Takeover Panel restrictions imposed on Carillion that prevented it from making another offer lifted this week – six months after Balfour snubbed its third approach last August.
Carillion refused to comment on whether it still had the appetite to take on its larger rival, but city analysts speculated that the the opportunity for a mega merger had passed.
The sale of Parsons Brinckerhoff, which Carillion had tried to block in an attempt to save the prized consultancy business, has changed the outlook for both contractors.
And now incoming chief executive Leo Quinn has won backing to retain most of the £820m proceeds from the sale to strengthen Balfour’s balance sheet rather than hand much of it back to shareholders.
Alastair Stewart, construction analyst at Westhouse Securities, said: “Shareholders at Balfour Beatty are going to give new chief executive Leo Quinn the benefit of the doubt at least in the medium term.

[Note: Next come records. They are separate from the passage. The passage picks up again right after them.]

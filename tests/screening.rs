//! `gyremesh check`: what the tests find in the demo, how it is told, and the keys of `[check]`.
#![allow(clippy::unwrap_used, clippy::panic, reason = "tests may panic")]

use std::fs;
use std::path::Path;
use std::process::{Command, Output};

use serde_json::Value;

const DEMO: &str = "networks/ostrin/network.toml";

/// Exit status, standard output and error of `check`.
fn check(network: &str, more: &[&str]) -> (i32, String, String) {
    let output = Command::new(env!("CARGO_BIN_EXE_gyremesh"))
        .current_dir(Path::new(env!("CARGO_MANIFEST_DIR")))
        .args(["check", network])
        .args(more)
        .output();
    let Output {
        status,
        stdout,
        stderr,
    } = output.unwrap();
    let text = |bytes| String::from_utf8(bytes).unwrap();
    (status.code().unwrap(), text(stdout), text(stderr))
}

/// The stuck sensor fails from its fifth report in half an hour on; nothing else does.
#[test]
fn of_the_demo_the_stuck_sensor_fails_and_nothing_else() {
    let folder = tempfile::tempdir().unwrap();
    let out = folder.path().to_str().unwrap();
    let (status, printed, _) = check(DEMO, &["--json", "--out", out]);
    assert_eq!(status, 0);
    let json: Value = serde_json::from_str(&printed).unwrap();
    for station in json["stations"].as_array().unwrap() {
        let raised = (station["suspect"].as_u64(), station["failed"].as_u64());
        let by_neighbours = station["tests"]["neighbour"]["suspect"].as_u64();
        let by_neighbours = by_neighbours.unwrap_or(0);
        match station["station"].as_str().unwrap() {
            "OS36" => {
                assert_eq!(raised, (Some(2), Some(47)));
                assert_eq!(station["tests"]["flat_line"]["failed"], 47);
            }
            // The knots, in strong winds; else a few reports as the vortex and the line pass.
            "OS18" => assert!(by_neighbours > 50 && raised.1 == Some(0), "{station}"),
            _ => assert!(
                by_neighbours <= 3 && raised == (Some(by_neighbours), Some(0)),
                "{station}"
            ),
        }
    }
    let truth = fs::read("examples/ostrin/truth.json").unwrap();
    let truth: Value = serde_json::from_slice(&truth).unwrap();
    let faults = truth["faults"].as_array().unwrap();
    let stuck = faults.iter().find(|f| f["station"] == "OS36").unwrap();
    let (from, to) = (
        stuck["from"].as_str().unwrap(),
        stuck["to"].as_str().unwrap(),
    );
    let mut reader = csv::Reader::from_path(folder.path().join("reports_flagged.csv")).unwrap();
    let rows: Vec<csv::StringRecord> = reader.records().map(Result::unwrap).collect();
    assert_eq!(rows.len(), 10_799);
    // The twelve station tests, without the neighbours'.
    let raised = |row: &&csv::StringRecord| (6..18).any(|c| &row[c] == "3" || &row[c] == "4");
    for row in rows.iter().filter(raised) {
        assert_eq!(&row[1], "OS36");
        assert!(from <= &row[0] && &row[0] <= to, "{row:?}");
    }
}

#[test]
fn tables_stay_within_80_columns_and_name_the_worst_first() {
    let (_, printed, _) = check(DEMO, &[]);
    assert!(printed.lines().all(|line| line.chars().count() <= 80));
    let worst = printed.split("worst stations").nth(1).unwrap();
    assert!(worst.lines().nth(1).unwrap().starts_with("OS36"), "{worst}");
    assert!(worst.contains("flat line (49)"));
    let (_, unscreened, _) = check(DEMO, &["--no-screen"]);
    assert!(!unscreened.contains("worst stations"));
}

#[test]
fn every_test_of_a_report_is_explained_with_its_numbers() {
    let at = ["--explain", "OS36", "--at", "2031-06-14T12:30:00Z"];
    let (status, printed, _) = check(DEMO, &at);
    assert_eq!(status, 0);
    assert!(printed.lines().all(|line| line.chars().count() <= 80));
    for words in [
        "OS36 2031-06-14T12:30:00Z: 6.1 m/s from 252 degrees",
        "flag 4, fail",
        "4 flat line: speed and direction the same in 39 reports, 3.3 h",
        "1 gross range: 6.1 m/s; above 75 m/s is suspect",
        "1 spike",
        "1 rate of change",
        "stuck vane",
        "attenuated signal",
    ] {
        assert!(printed.contains(words), "{words}: {printed}");
    }
    // Between two reports, one is lost: those before and after.
    let at = [
        "--json",
        "--explain",
        "OS01",
        "--at",
        "2031-06-14T12:32:00Z",
    ];
    let json: Value = serde_json::from_str(&check(DEMO, &at).1).unwrap();
    let times: Vec<&str> = json["explained"]
        .as_array()
        .unwrap()
        .iter()
        .map(|e| e["time"].as_str().unwrap())
        .collect();
    assert_eq!(times, ["2031-06-14T12:30:00Z", "2031-06-14T12:40:00Z"]);
    let (status, _, said) = check(DEMO, &["--explain", "OS99", "--at", "2031-06-14T12:32:00Z"]);
    assert_eq!(status, 2);
    assert!(said.contains("no station `OS99`"), "{said}");
}

/// A network of one station and these settings of `[check]`.
fn with_settings(settings: &str) -> (i32, String, String) {
    let folder = tempfile::tempdir().unwrap();
    let path = |name: &str| folder.path().join(name);
    fs::write(
        path("stations.csv"),
        "id,latitude,longitude\nA,46.0,-30.0\n",
    )
    .unwrap();
    let reports = "time,station,direction,speed\n2031-06-14T00:00:00Z,A,270,31\n";
    fs::write(path("reports.csv"), reports).unwrap();
    let head = "name = \"t\"\n[stations]\nfile = \"stations.csv\"\n[[reports]]\nfiles = [\"reports.csv\"]\n[check]\n";
    fs::write(path("network.toml"), format!("{head}{settings}")).unwrap();
    check(path("network.toml").to_str().unwrap(), &["--json"])
}

#[test]
fn limits_are_settings_and_wrong_keys_are_told() {
    let suspect = |settings: &str| {
        let (_, printed, said) = with_settings(settings);
        let json: Value = serde_json::from_str(&printed).unwrap_or_else(|_| panic!("{said}"));
        json["stations"][0]["suspect"].clone()
    };
    assert_eq!(suspect(""), 0);
    assert_eq!(suspect("speed_suspect = \"60 kt\""), 1);
    assert_eq!(
        suspect("speed_suspect = \"60 kt\"\noff = [\"gross_range\"]"),
        0
    );
    let summer = "[[check.climatology]]\nmonths = [6, 7, 8]\nspeed_most = \"30 m/s\"\n";
    assert_eq!(suspect(summer), 1);
    for (settings, words) in [
        ("spike = { suspekt = \"20 m/s\" }", "is `suspect` meant?"),
        (
            "flat_line = { fail_after = 5 }",
            "check.flat_line.fail_after",
        ),
        ("off = [\"spikes\"]", "`spikes` is no test"),
        ("displacement = \"3 furlongs\"", "is not a length"),
        ("[[check.climatology]]\nmonths = [13]", "13 is no month"),
    ] {
        let (status, _, said) = with_settings(settings);
        assert_eq!(status, 2, "{settings}");
        assert!(said.contains(words), "{said}");
    }
}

“When Carillion first made its approach Balfour was on the back foot in most regards, underlying net debt was getting much worse, there was growing uncertainty on their position on contracts and senior management was in complete flux.
“Now we have got a chief executive considered to be a strong turnaround specialist. The year-end net cash position now looks good having sold Parsons Brinckerhoff and the KPMG review is behind Balfour.”
He added: “Today Balfour Beatty look more on the front foot than they were at the time of the merger talks. I think Leo Quinn would be able to make a strong case that he can make the needed savings, rather than Carillion.”